_TASK GOAL_. Each line starting at the one that contains "export function aboutSeconds(seconds: number" and ending at the one that contains "const UNNOTICED = 0.2;" must be returned exactly, and the rest of the listing is left out.

_DATA UNDER STUDY_.
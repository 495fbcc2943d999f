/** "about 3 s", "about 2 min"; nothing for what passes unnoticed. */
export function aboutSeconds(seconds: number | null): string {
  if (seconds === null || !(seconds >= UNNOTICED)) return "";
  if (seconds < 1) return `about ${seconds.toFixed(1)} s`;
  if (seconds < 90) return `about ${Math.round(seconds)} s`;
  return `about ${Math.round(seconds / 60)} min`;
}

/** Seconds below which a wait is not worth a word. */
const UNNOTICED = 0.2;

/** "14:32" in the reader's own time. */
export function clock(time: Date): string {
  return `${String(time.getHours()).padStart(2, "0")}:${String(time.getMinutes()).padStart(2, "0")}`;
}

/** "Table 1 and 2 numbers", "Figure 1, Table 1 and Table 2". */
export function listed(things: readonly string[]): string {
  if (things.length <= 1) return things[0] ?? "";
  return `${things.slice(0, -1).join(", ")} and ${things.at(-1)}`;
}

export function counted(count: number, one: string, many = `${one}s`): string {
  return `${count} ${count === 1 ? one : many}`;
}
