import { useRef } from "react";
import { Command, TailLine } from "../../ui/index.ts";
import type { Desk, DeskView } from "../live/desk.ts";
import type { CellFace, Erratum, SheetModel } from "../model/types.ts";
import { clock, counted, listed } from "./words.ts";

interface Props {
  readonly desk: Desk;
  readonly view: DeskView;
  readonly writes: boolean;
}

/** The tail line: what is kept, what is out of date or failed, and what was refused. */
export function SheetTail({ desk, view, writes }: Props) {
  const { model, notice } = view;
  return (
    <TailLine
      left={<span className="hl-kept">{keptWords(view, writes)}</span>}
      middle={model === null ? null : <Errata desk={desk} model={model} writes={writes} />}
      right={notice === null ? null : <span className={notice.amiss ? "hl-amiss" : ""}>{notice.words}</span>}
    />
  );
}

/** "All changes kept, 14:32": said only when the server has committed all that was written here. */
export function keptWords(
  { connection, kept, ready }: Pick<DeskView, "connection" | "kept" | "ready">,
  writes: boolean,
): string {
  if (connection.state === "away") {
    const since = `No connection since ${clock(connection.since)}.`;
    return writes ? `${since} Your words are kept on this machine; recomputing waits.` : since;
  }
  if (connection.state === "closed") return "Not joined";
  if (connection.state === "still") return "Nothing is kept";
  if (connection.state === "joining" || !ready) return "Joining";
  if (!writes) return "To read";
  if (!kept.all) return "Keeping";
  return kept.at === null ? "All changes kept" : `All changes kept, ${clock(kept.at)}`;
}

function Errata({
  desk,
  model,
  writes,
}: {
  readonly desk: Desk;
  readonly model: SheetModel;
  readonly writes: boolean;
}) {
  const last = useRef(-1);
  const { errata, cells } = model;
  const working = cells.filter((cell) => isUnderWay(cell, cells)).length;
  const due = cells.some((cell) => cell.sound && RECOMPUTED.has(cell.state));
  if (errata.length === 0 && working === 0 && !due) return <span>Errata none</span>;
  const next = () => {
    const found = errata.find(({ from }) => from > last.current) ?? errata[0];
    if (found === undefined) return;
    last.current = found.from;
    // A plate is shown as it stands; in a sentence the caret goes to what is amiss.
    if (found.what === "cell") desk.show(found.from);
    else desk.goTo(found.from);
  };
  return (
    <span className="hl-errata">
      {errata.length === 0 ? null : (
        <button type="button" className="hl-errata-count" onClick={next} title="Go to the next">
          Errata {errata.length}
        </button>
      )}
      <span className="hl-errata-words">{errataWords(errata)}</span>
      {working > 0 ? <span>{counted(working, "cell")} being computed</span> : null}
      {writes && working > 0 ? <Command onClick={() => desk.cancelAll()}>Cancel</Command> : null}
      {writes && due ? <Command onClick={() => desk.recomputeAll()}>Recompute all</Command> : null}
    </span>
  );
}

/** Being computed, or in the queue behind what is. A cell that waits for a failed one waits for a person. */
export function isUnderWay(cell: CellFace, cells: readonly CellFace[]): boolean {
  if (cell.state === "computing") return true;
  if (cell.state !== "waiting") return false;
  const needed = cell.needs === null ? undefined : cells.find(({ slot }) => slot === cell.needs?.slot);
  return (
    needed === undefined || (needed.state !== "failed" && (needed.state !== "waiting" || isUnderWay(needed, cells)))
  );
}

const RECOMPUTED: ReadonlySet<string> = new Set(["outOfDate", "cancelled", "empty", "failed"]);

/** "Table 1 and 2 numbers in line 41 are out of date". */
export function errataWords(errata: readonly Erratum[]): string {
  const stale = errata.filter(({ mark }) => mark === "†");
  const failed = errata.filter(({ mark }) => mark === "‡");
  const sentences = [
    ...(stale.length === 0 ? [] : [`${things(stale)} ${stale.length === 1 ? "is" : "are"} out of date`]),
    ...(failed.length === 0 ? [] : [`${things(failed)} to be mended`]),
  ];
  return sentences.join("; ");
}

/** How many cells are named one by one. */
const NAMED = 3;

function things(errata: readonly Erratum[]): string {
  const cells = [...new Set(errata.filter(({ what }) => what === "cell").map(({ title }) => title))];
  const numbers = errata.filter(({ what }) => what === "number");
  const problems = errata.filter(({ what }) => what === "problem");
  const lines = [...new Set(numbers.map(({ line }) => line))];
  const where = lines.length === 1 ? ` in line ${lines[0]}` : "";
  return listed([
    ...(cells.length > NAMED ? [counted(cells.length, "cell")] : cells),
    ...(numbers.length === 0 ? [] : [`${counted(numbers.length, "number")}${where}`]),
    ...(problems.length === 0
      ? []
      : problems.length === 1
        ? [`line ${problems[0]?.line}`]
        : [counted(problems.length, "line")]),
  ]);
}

_RESPONSE FOR THIS EXERCISE_.
export function aboutSeconds(seconds: number | null): string {
  if (seconds === null || !(seconds >= UNNOTICED)) return "";
  if (seconds < 1) return `about ${seconds.toFixed(1)} s`;
  if (seconds < 90) return `about ${Math.round(seconds)} s`;
  return `about ${Math.round(seconds / 60)} min`;
}

/** Seconds below which a wait is not worth a word. */
const UNNOTICED = 0.2;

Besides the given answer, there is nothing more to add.